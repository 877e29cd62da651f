import { describe, expect, it } from 'vitest';
import { expandVaryMatrix, MAX_VARIANTS, parseVariantsText } from '../../src/compare/variants.js';

describe('expandVaryMatrix', () => {
  it('makes the full cartesian product, first --vary slowest', () => {
    // Cartesian product A x B has |A| |B| elements, in lexicographic (nested-loop) order.
    const variants = expandVaryMatrix(['clip.diode=1n4148,1n34a,led-red', 'drive=0.2,0.9']);
    expect(variants.map((v) => v.overrides)).toEqual([
      ['clip.diode=1n4148', 'drive=0.2'],
      ['clip.diode=1n4148', 'drive=0.9'],
      ['clip.diode=1n34a', 'drive=0.2'],
      ['clip.diode=1n34a', 'drive=0.9'],
      ['clip.diode=led-red', 'drive=0.2'],
      ['clip.diode=led-red', 'drive=0.9'],
    ]);
    expect(variants[3].label).toBe('clip.diode=1n34a drive=0.9');
  });

  it('keeps the value order of a single --vary and has 2 x 2 x 3 = 12 variants for three', () => {
    expect(expandVaryMatrix(['amp.rf.fixed=4k7,10k']).map((v) => v.label)).toEqual(['amp.rf.fixed=4k7', 'amp.rf.fixed=10k']);
    expect(expandVaryMatrix(['clip.up=1,2', 'clip.down=1,2', 'drive=0.2,0.5,0.9'])).toHaveLength(12);
  });

  it('rejects malformed, repeated and oversized lists with one clear line', () => {
    expect(() => expandVaryMatrix(['drive'])).toThrow(/--vary drive: expected key=v1,v2/);
    expect(() => expandVaryMatrix(['drive=0.2,,0.5'])).toThrow(/empty value/);
    expect(() => expandVaryMatrix(['drive=0.2,0.2'])).toThrow(/listed twice/);
    expect(() => expandVaryMatrix(['drive=0.1', 'drive=0.2'])).toThrow(/given twice/);
    const many = Array.from({ length: 9 }, (_, i) => String(i / 10)).join(',');
    expect(() => expandVaryMatrix([`drive=${many}`, `tone=${many}`])).toThrow(new RegExp(`81 variants is too many \\(at most ${MAX_VARIANTS}\\)`));
  });
});

describe('parseVariantsText', () => {
  it('reads labels and overrides, numbers as text', () => {
    const text = JSON.stringify({
      variants: [
        { label: 'silicon', set: { 'clip.diode': '1n4148' } },
        { label: 'germanium, hotter', set: { 'clip.diode': '1n34a', drive: 0.8 } },
        { label: 'as designed' },
      ],
    });
    expect(parseVariantsText(text, 'v.json')).toEqual([
      { label: 'silicon', overrides: ['clip.diode=1n4148'], origins: ['v.json: variants[0].set.clip.diode'] },
      { label: 'germanium, hotter', overrides: ['clip.diode=1n34a', 'drive=0.8'], origins: ['v.json: variants[1].set.clip.diode', 'v.json: variants[1].set.drive'] },
      { label: 'as designed', overrides: [], origins: [] },
    ]);
  });

  it('names the file and JSON path of a bad entry', () => {
    expect(() => parseVariantsText('{"variants": []}', 'v.json')).toThrow(/v\.json: variants: expected a non-empty array/);
    expect(() => parseVariantsText('{"variants": [{"label": "a", "set": {"drive": null}}]}', 'v.json')).toThrow(/v\.json: variants\[0\]\.set\.drive: expected a value/);
    expect(() => parseVariantsText('{"variants": [{"label": "a"}, {"label": "a"}]}', 'v.json')).toThrow(/variants\[1\]\.label: label "a" is already used/);
    expect(() => parseVariantsText('{"variants": [{"name": "a"}]}', 'v.json')).toThrow(/unknown field "name"/);
    expect(() => parseVariantsText('{"variants": [', 'v.json')).toThrow(/v\.json/);
  });
});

============================================================

▶ [GOAL OF THE EXERCISE]: Each line from the first line of the listing through the line with "String(i / 10)).join(',');" must be output exactly, both ends included, and no other line may appear.

▶ [SOLUTION TO THIS EXERCISE]:
repository 877e29cd62da651f
import { describe, expect, it } from 'vitest';
import { expandVaryMatrix, MAX_VARIANTS, parseVariantsText } from '../../src/compare/variants.js';

describe('expandVaryMatrix', () => {
  it('makes the full cartesian product, first --vary slowest', () => {
    // Cartesian product A x B has |A| |B| elements, in lexicographic (nested-loop) order.
    const variants = expandVaryMatrix(['clip.diode=1n4148,1n34a,led-red', 'drive=0.2,0.9']);
    expect(variants.map((v) => v.overrides)).toEqual([
      ['clip.diode=1n4148', 'drive=0.2'],
      ['clip.diode=1n4148', 'drive=0.9'],
      ['clip.diode=1n34a', 'drive=0.2'],
      ['clip.diode=1n34a', 'drive=0.9'],
      ['clip.diode=led-red', 'drive=0.2'],
      ['clip.diode=led-red', 'drive=0.9'],
    ]);
    expect(variants[3].label).toBe('clip.diode=1n34a drive=0.9');
  });

  it('keeps the value order of a single --vary and has 2 x 2 x 3 = 12 variants for three', () => {
    expect(expandVaryMatrix(['amp.rf.fixed=4k7,10k']).map((v) => v.label)).toEqual(['amp.rf.fixed=4k7', 'amp.rf.fixed=10k']);
    expect(expandVaryMatrix(['clip.up=1,2', 'clip.down=1,2', 'drive=0.2,0.5,0.9'])).toHaveLength(12);
  });

  it('rejects malformed, repeated and oversized lists with one clear line', () => {
    expect(() => expandVaryMatrix(['drive'])).toThrow(/--vary drive: expected key=v1,v2/);
    expect(() => expandVaryMatrix(['drive=0.2,,0.5'])).toThrow(/empty value/);
    expect(() => expandVaryMatrix(['drive=0.2,0.2'])).toThrow(/listed twice/);
    expect(() => expandVaryMatrix(['drive=0.1', 'drive=0.2'])).toThrow(/given twice/);
    const many = Array.from({ length: 9 }, (_, i) => String(i / 10)).join(',');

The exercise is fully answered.